─── Dataset records ───
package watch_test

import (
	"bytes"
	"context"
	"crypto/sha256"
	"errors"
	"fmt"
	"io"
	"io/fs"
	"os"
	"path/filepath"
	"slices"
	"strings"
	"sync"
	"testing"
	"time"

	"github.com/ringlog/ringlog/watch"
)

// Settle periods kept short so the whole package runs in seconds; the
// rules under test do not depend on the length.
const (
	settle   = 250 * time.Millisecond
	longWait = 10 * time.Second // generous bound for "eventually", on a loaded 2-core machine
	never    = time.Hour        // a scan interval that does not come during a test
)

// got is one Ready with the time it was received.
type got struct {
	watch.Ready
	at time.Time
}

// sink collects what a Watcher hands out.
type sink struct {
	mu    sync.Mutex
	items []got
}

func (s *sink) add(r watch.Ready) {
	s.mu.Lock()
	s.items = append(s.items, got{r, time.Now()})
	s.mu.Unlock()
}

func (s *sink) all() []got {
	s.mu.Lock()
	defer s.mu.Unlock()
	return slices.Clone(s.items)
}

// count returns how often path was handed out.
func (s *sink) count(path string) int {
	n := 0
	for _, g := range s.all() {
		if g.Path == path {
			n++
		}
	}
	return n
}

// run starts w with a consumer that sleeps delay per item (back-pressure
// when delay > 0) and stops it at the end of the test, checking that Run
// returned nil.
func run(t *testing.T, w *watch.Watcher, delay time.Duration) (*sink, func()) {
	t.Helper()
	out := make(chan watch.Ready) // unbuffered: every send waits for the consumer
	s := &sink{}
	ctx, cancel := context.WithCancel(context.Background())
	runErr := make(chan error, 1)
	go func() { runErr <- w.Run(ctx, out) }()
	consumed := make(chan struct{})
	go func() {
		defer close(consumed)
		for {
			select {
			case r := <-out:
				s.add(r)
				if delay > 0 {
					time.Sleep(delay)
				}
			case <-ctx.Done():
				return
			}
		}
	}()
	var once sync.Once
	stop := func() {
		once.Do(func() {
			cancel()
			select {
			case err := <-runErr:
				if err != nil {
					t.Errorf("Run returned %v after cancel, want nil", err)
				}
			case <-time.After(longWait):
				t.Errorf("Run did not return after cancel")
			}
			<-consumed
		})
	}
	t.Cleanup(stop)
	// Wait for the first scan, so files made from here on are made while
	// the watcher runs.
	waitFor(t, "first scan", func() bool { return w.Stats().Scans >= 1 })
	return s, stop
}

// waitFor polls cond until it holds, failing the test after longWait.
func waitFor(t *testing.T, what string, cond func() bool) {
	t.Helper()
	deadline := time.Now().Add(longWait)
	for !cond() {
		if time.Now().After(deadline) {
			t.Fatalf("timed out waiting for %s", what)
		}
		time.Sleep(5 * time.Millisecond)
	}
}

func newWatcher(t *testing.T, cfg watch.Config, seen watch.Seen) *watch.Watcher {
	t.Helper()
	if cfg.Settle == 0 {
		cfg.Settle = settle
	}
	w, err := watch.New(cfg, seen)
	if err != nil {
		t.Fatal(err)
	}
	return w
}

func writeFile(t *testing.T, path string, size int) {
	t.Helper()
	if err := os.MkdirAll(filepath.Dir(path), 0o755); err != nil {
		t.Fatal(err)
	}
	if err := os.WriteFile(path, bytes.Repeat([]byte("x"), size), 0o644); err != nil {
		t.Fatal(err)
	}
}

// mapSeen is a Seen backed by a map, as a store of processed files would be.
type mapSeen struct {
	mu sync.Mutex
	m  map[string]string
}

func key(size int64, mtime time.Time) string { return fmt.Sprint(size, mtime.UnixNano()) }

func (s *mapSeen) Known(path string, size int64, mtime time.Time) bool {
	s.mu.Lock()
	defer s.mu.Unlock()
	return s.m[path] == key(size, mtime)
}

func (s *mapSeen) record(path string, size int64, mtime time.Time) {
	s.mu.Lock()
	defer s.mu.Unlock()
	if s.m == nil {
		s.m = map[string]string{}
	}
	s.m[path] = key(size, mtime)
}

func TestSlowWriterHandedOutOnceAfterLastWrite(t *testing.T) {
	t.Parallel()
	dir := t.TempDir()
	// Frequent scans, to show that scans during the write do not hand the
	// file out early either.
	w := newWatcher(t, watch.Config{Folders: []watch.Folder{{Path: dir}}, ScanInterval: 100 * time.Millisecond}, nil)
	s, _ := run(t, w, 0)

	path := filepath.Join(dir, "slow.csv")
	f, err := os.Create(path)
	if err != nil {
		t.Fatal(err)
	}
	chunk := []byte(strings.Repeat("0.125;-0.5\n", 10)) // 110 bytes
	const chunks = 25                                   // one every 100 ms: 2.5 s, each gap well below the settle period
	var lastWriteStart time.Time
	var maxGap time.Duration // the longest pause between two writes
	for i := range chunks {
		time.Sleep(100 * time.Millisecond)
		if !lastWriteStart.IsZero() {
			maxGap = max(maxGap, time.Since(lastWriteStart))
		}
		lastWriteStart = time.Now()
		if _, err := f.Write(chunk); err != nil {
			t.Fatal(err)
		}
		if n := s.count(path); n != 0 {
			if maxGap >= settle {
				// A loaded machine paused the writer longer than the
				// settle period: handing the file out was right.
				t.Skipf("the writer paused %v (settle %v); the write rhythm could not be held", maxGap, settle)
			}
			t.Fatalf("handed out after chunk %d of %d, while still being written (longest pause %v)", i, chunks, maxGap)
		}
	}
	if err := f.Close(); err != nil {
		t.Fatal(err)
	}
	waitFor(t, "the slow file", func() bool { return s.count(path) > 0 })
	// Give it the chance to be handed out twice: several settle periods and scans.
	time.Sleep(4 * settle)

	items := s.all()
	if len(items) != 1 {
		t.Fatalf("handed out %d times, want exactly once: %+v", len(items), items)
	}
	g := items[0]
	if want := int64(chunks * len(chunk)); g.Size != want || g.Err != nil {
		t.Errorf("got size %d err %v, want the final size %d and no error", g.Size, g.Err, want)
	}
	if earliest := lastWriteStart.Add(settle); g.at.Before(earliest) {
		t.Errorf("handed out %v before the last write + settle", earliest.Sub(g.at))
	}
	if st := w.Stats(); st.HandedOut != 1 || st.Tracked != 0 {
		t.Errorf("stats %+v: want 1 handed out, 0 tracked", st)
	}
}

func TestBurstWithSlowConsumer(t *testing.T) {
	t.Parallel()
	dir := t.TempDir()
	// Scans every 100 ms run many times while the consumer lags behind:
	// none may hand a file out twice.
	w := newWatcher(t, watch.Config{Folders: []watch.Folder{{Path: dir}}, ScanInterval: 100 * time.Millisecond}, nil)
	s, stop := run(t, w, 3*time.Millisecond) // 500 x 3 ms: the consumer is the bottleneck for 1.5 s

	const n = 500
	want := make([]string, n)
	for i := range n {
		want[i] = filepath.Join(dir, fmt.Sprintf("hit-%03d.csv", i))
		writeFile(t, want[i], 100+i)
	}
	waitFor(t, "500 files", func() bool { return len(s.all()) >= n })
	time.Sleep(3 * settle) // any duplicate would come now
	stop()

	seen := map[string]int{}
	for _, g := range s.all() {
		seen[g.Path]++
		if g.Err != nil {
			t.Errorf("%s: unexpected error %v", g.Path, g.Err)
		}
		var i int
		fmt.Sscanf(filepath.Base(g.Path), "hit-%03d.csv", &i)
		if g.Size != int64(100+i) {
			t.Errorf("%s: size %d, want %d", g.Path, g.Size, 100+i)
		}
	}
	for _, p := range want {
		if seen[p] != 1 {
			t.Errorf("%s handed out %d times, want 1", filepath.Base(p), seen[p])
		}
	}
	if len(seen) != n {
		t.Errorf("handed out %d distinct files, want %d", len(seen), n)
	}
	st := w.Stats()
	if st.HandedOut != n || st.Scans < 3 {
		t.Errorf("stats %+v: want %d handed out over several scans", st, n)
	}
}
───
- _Task requirements_: Copy each line of the records containing the string "strings".

- _Task answer_:
	"strings"
	chunk := []byte(strings.Repeat("0.125;-0.5\n", 10)) // 110 bytes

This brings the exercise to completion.